TERM, TERMINATION, CANCELLATION. (a) This Agreement shall commence on the Effective Date and shall continue in full force and effect for a period of [***] years, unless (i) extended upon mutual agreement of the Parties; or (ii) terminated earlier in accordance with the other provisions of this Agreement; (b) Except as set forth in Section 6, Discovery may for any reason and at any time terminate the Program prior to completion of the Program by giving 180 days written notice to Laureate. In such event Laureate shall comply with such notice to terminate work on the Program by the expiration of such 180 day notice period and use its commercially reasonable efforts to reduce cost to Discovery and, provided, however, that upon such termination, Discovery shall pay Laureate all of Laureate's costs incurred up to and through the expiration of such ninety (90) notice period (for each Service Fee for which the final installment payment is not due and owing prior to the expiration of such 180 day period, Laureate shall be compensated for the services performed with respect to such Service Fee on an hourly basis based on Laureate's then current hourly rates). (c) Laureate may for any reason terminate the program by giving one year written notice to Discovery, unless Discovery consents to such shorter termination period (which consent shall not be unreasonably withheld by Discovery after giving effect to the following factors: the existence of fully-operational, alternative manufacturing facilities; regulatory review requirement; Discovery's then existing contractual obligations with respect to manufacturing facilities; and the degree of inventory buildup that may have been or is to be provided by Laureate prior to such termination). Information marked by [***] has been omitted pursuant to a request for confidential treatment.

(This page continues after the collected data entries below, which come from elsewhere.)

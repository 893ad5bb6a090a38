// The --xlsx workbook: results laid out as sheets; libxlsxwriter does the file format.
#include "sifter/report/xlsx.hpp"

#include <unistd.h>
#include <xlsxwriter.h>

#include <cstdio>
#include <cstdlib>
#include <filesystem>
#include <fstream>
#include <functional>
#include <iterator>
#include <optional>
#include <sstream>

#include "sifter/model/diagnostics.hpp"
#include "sifter/model/format.hpp"
#include "sifter/report/tables.hpp"

namespace sifter::report {
namespace {

// Excel holds at most 32,767 characters in a cell (libxlsxwriter refuses longer strings).
constexpr std::size_t kMaxCellBytes = 32767;

bool is_number(const std::string& text) {
  if (text.empty()) return false;
  char* end = nullptr;
  std::strtod(text.c_str(), &end);
  return end == text.c_str() + text.size();
}

struct Column {
  const char* header;  ///< with its unit in brackets where it has one
  double width;        ///< in characters, as the spreadsheet counts them
};

// One sheet being written: a cursor over rows, typed cell writers, errors collected.
class Sheet {
 public:
  Sheet(lxw_worksheet* sheet, lxw_format* header, lxw_format* sci) : sheet_(sheet), header_(header), sci_(sci) {}

  void headers(lxw_row_t row, const std::vector<Column>& columns) {
    for (std::size_t c = 0; c < columns.size(); ++c) {
      const auto col = static_cast<lxw_col_t>(c);
      check(worksheet_write_string(sheet_, row, col, columns[c].header, header_));
      check(worksheet_set_column(sheet_, col, col, columns[c].width, nullptr));
    }
    worksheet_freeze_panes(sheet_, row + 1, 0);
    row_ = row + 1;
  }
  void text(const std::string& value) {
    const std::string safe = spreadsheet_text(value);
    if (safe.size() > kMaxCellBytes)
      throw OutputError("cannot write the workbook: a text of " + std::to_string(safe.size()) +
                        " bytes is longer than a spreadsheet cell holds (32767)");
    if (!safe.empty()) check(worksheet_write_string(sheet_, row_, col_, safe.c_str(), nullptr));
    ++col_;
  }
  void number(const std::optional<double>& value, bool scientific = false) {
    if (value)
      check(worksheet_write_number(sheet_, row_, col_, checked(*value, "workbook value"), scientific ? sci_ : nullptr));
    ++col_;
  }
  void integer(const std::optional<int>& value) { number(value ? std::optional<double>(*value) : std::nullopt); }
  void boolean(const std::optional<bool>& value) {
    if (value) check(worksheet_write_boolean(sheet_, row_, col_, *value ? 1 : 0, nullptr));
    ++col_;
  }
  void next_row() {
    ++row_;
    col_ = 0;
  }
  lxw_worksheet* raw() { return sheet_; }

 private:
  void check(lxw_error error) {
    if (error != LXW_NO_ERROR) throw OutputError(std::string("cannot write the workbook: ") + lxw_strerror(error));
  }
  lxw_worksheet* sheet_;
  lxw_format* header_;
  lxw_format* sci_;
  lxw_row_t row_ = 0;
  lxw_col_t col_ = 0;
};

std::string verdict(const std::optional<bool>& meets) {
  if (!meets) return "not judged";
  return *meets ? "meets target" : "falls short";
}

std::string joined(const std::vector<std::string>& items, const char* separator) {
  std::string out;
  for (const auto& i : items) out += (out.empty() ? "" : separator) + i;
  return out;
}

std::string channels_text(const std::vector<std::vector<std::string>>& channels) {
  std::vector<std::string> each;
  for (const auto& ch : channels) each.push_back(joined(ch, "+"));
  return joined(each, ", ");
}

void sif_summary(Sheet& s, const ProjectResult& r) {
  s.headers(3, {{"SIF", 12},
                {"title", 40},
                {"demand mode", 11},
                {"PFDavg [-]", 11},
                {"PFH [1/h]", 11},
                {"PFDavg exact [-]", 11},
                {"PFH exact [1/h]", 11},
                {"RRF [-]", 9},
                {"required RRF [-]", 10},
                {"required PFD [-]", 11},
                {"required PFH [1/h]", 11},
                {"SIL required", 8},
                {"SIL probability", 8},
                {"SIL architecture", 8},
                {"SIL systematic", 8},
                {"SIL achieved", 8},
                {"verdict", 13},
                {"limited by", 50},
                {"spurious trips [1/yr]", 11},
                {"scenarios", 20}});
  for (const auto& x : r.sifs) {
    s.text(x.id);
    s.text(x.title);
    s.text(to_string(x.demand_mode));
    s.number(x.pfd_avg, true);
    s.number(x.pfh_per_hour, true);
    s.number(x.pfd_avg_exact, true);
    s.number(x.pfh_exact_per_hour, true);
    s.number(x.rrf);
    s.number(x.required_rrf);
    s.number(x.required_pfd, true);
    s.number(x.required_pfh_per_hour, true);
    s.integer(x.sil_required);
    s.integer(x.sil_probability);
    s.integer(x.sil_architecture);
    s.integer(x.sil_systematic);
    s.integer(x.sil_achieved);
    s.text(verdict(x.meets_target));
    s.text(limits_words(x));
    s.number(x.spurious_trip_rate_per_yr, true);
    s.text(joined(x.scenarios, ", "));
    s.next_row();
  }
}

void subsystems(Sheet& s, const ProjectResult& r) {
  s.headers(0, {{"SIF", 12},
                {"subsystem", 24},
                {"role", 8},
                {"vote", 8},
                {"channels", 30},
                {"PFDavg [-]", 11},
                {"PFH [1/h]", 11},
                {"PFDavg exact [-]", 11},
                {"PFH exact [1/h]", 11},
                {"share of the SIF [-]", 10},
                {"lambda_DU of a channel [1/h]", 12},
                {"lambda_DD of a channel [1/h]", 12},
                {"lambda_SU of a channel [1/h]", 12},
                {"lambda_SD of a channel [1/h]", 12},
                {"proof-test interval [h]", 10},
                {"beta effective [-]", 9},
                {"beta_D effective [-]", 9},
                {"HFT", 5},
                {"SFF [-]", 8},
                {"SIL architecture", 8},
                {"SC", 5},
                {"spurious trips [1/yr]", 11},
                {"equation", 40}});
  for (const auto& x : r.sifs)
    for (const auto& sub : x.subsystems) {
      s.text(x.id);
      s.text(sub.name);
      s.text(to_string(sub.role));
      s.text(sub.vote);
      s.text(channels_text(sub.channels));
      s.number(sub.pfd_avg, true);
      s.number(sub.pfh_per_hour, true);
      s.number(sub.pfd_avg_exact, true);
      s.number(sub.pfh_exact_per_hour, true);
      s.number(sub.share);
      s.number(sub.channel_rates.lambda_du.per_hour, true);
      s.number(sub.channel_rates.lambda_dd.per_hour, true);
      s.number(sub.channel_rates.lambda_su.per_hour, true);
      s.number(sub.channel_rates.lambda_sd.per_hour, true);
      s.number(sub.proof_test_interval.hours);
      s.number(sub.beta_effective);
      s.number(sub.beta_d_effective);
      s.integer(sub.hft);
      s.number(sub.sff);
      s.integer(sub.sil_architecture);
      s.integer(sub.systematic_capability);
      s.number(sub.spurious_trip_rate_per_yr, true);
      s.text(sub.equation);
      s.next_row();
    }
}

void lopa_worksheet(Sheet& s, const ProjectResult& r) {
  s.headers(0, {{"scenario", 12},
                {"consequence", 12},
                {"step", 12},
                {"cause", 8},
                {"item", 10},
                {"title", 40},
                {"value [1/yr for cause and target rows, else -]", 14},
                {"credited", 9},
                {"frequency after the step [1/yr]", 12},
                {"required RRF [-]", 10},
                {"note", 60}});
  for (const auto& sc : r.scenarios)
    for (const auto& row : sc.worksheet) {
      s.text(sc.id);
      s.text(row.consequence);
      s.text(to_string(row.step));
      s.text(row.cause);
      s.text(row.item);
      s.text(row.title);
      s.number(row.value);
      s.boolean(row.credited);
      s.number(row.frequency_per_yr, true);
      s.number(row.gap);
      s.text(row.note);
      s.next_row();
    }
}

void components_sheet(Sheet& s, const std::vector<Component>& components) {
  s.headers(0, {{"component", 14},
                {"library model", 20},
                {"lambda_DU [1/h]", 12},
                {"lambda_DD [1/h]", 12},
                {"lambda_SU [1/h]", 12},
                {"lambda_SD [1/h]", 12},
                {"element type", 8},
                {"SC", 5},
                {"SFF declared [-]", 9},
                {"data confidence [-]", 9}});
  for (const auto& c : components) {
    s.text(c.id);
    s.text(c.model);
    s.number(c.rates.lambda_du.per_hour, true);
    s.number(c.rates.lambda_dd.per_hour, true);
    s.number(c.rates.lambda_su.per_hour, true);
    s.number(c.rates.lambda_sd.per_hour, true);
    s.text(c.element_type ? (*c.element_type == ElementType::kA ? "A" : "B") : "");
    s.integer(c.systematic_capability);
    s.number(c.sff_declared);
    s.number(c.data_confidence);
    s.next_row();
  }
}

// The requirement checks of each SIF (response time, spurious trip limit, proof-test interval), as
// `check --json` gives them in `requirement_checks`: value and limit in the unit the check's name ends with.
void requirement_checks(Sheet& s, const ProjectResult& r) {
  s.headers(0, {{"SIF", 12}, {"check", 24}, {"ok", 6}, {"value", 14}, {"limit", 14}, {"message", 60}});
  for (const auto& sif : r.sifs)
    for (const auto& c : sif.requirement_checks) {
      s.text(sif.id);
      s.text(c.check);
      s.boolean(c.ok);
      s.number(c.value, true);
      s.number(c.limit, true);
      s.text(c.message);
      s.next_row();
    }
}

// libxlsxwriter writes to a named file: build the workbook in a private temporary folder and
// read the bytes back, so that the caller writes them through AtomicOutput.
class TempFolder {
 public:
  TempFolder() {
    std::string pattern = (std::filesystem::temp_directory_path() / "sifter-xlsx-XXXXXX").string();
    if (!::mkdtemp(pattern.data())) throw OutputError("cannot write the workbook: no temporary folder");
    path_ = pattern;
  }
  ~TempFolder() {
    std::error_code ec;
    std::filesystem::remove_all(path_, ec);
  }
  TempFolder(const TempFolder&) = delete;
  TempFolder& operator=(const TempFolder&) = delete;
  [[nodiscard]] const std::string& path() const { return path_; }

 private:
  std::string path_;
};

}  // namespace

std::string spreadsheet_text(const std::string& text) {
  if (text.empty()) return text;
  const char first = text.front();
  const bool formula_like =
      first == '=' || first == '+' || first == '-' || first == '@' || first == '\t' || first == '\r';
  return formula_like && !is_number(text) ? "'" + text : text;
}

std::string workbook_xlsx(const ProjectResult& result, const std::vector<Component>& components) {
  TempFolder folder;
  const std::string file = folder.path() + "/workbook.xlsx";
  lxw_workbook_options options{};
  options.tmpdir = const_cast<char*>(folder.path().c_str());  // the C API takes a char*, never writes it
  lxw_workbook* book = workbook_new_opt(file.c_str(), &options);
  if (!book) throw OutputError("cannot write the workbook: the spreadsheet library could not start one");
  lxw_format* header = workbook_add_format(book);
  format_set_bold(header);
  format_set_text_wrap(header);
  format_set_align(header, LXW_ALIGN_VERTICAL_TOP);
  lxw_format* sci = workbook_add_format(book);
  format_set_num_format(sci, "0.00E+00");
  lxw_format* caution = workbook_add_format(book);
  format_set_bold(caution);

  std::vector<Sheet> sheets;
  for (const char* name : kWorkbookSheets) sheets.emplace_back(workbook_add_worksheet(book, name), header, sci);
  try {
    lxw_worksheet* first = sheets[0].raw();
    worksheet_write_string(first, 0, 0, spreadsheet_text(std::string("CAUTION: ") + kCaution).c_str(), caution);
    const std::string source = "sifter " SIFTER_VERSION " check of " + result.file + " (SHA-256 " + result.sha256 + ")";
    worksheet_write_string(first, 1, 0, spreadsheet_text(source).c_str(), nullptr);
    if (!result.title.empty()) worksheet_write_string(first, 2, 0, spreadsheet_text(result.title).c_str(), nullptr);
    sif_summary(sheets[0], result);
    subsystems(sheets[1], result);
    lopa_worksheet(sheets[2], result);
    components_sheet(sheets[3], components);
    requirement_checks(sheets[4], result);
  } catch (...) {
    workbook_close(book);
    throw;
  }
  if (const lxw_error error = workbook_close(book); error != LXW_NO_ERROR)
    throw OutputError(std::string("cannot write the workbook: ") + lxw_strerror(error));
  std::ifstream in(file, std::ios::binary);
  std::string bytes((std::istreambuf_iterator<char>(in)), std::istreambuf_iterator<char>());
  if (!in && !in.eof()) throw OutputError("cannot write the workbook: reading it back failed");
  return bytes;
}

}  // namespace sifter::report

The omitted portion has been separately filed with the Securities and Exchange Commission. TECHNOLOGY TRANSFER AND MANUFACTURING AGREEMENT (d) The termination of this Agreement for any reason shall not relieve either Party of its obligation to the other Party for obligations in respect of (i) compensation for services performed (Sections 8, 9 and 9 and Appendix 6); (ii) confidentiality of information (Section 10); (iii) work product (Section 11), (iv) inventions and patents (Section 12); (v) insurance (Section 14); (vi) indemnification (Section 19); and (vii) consents for advertising purposes and publications (Section 22).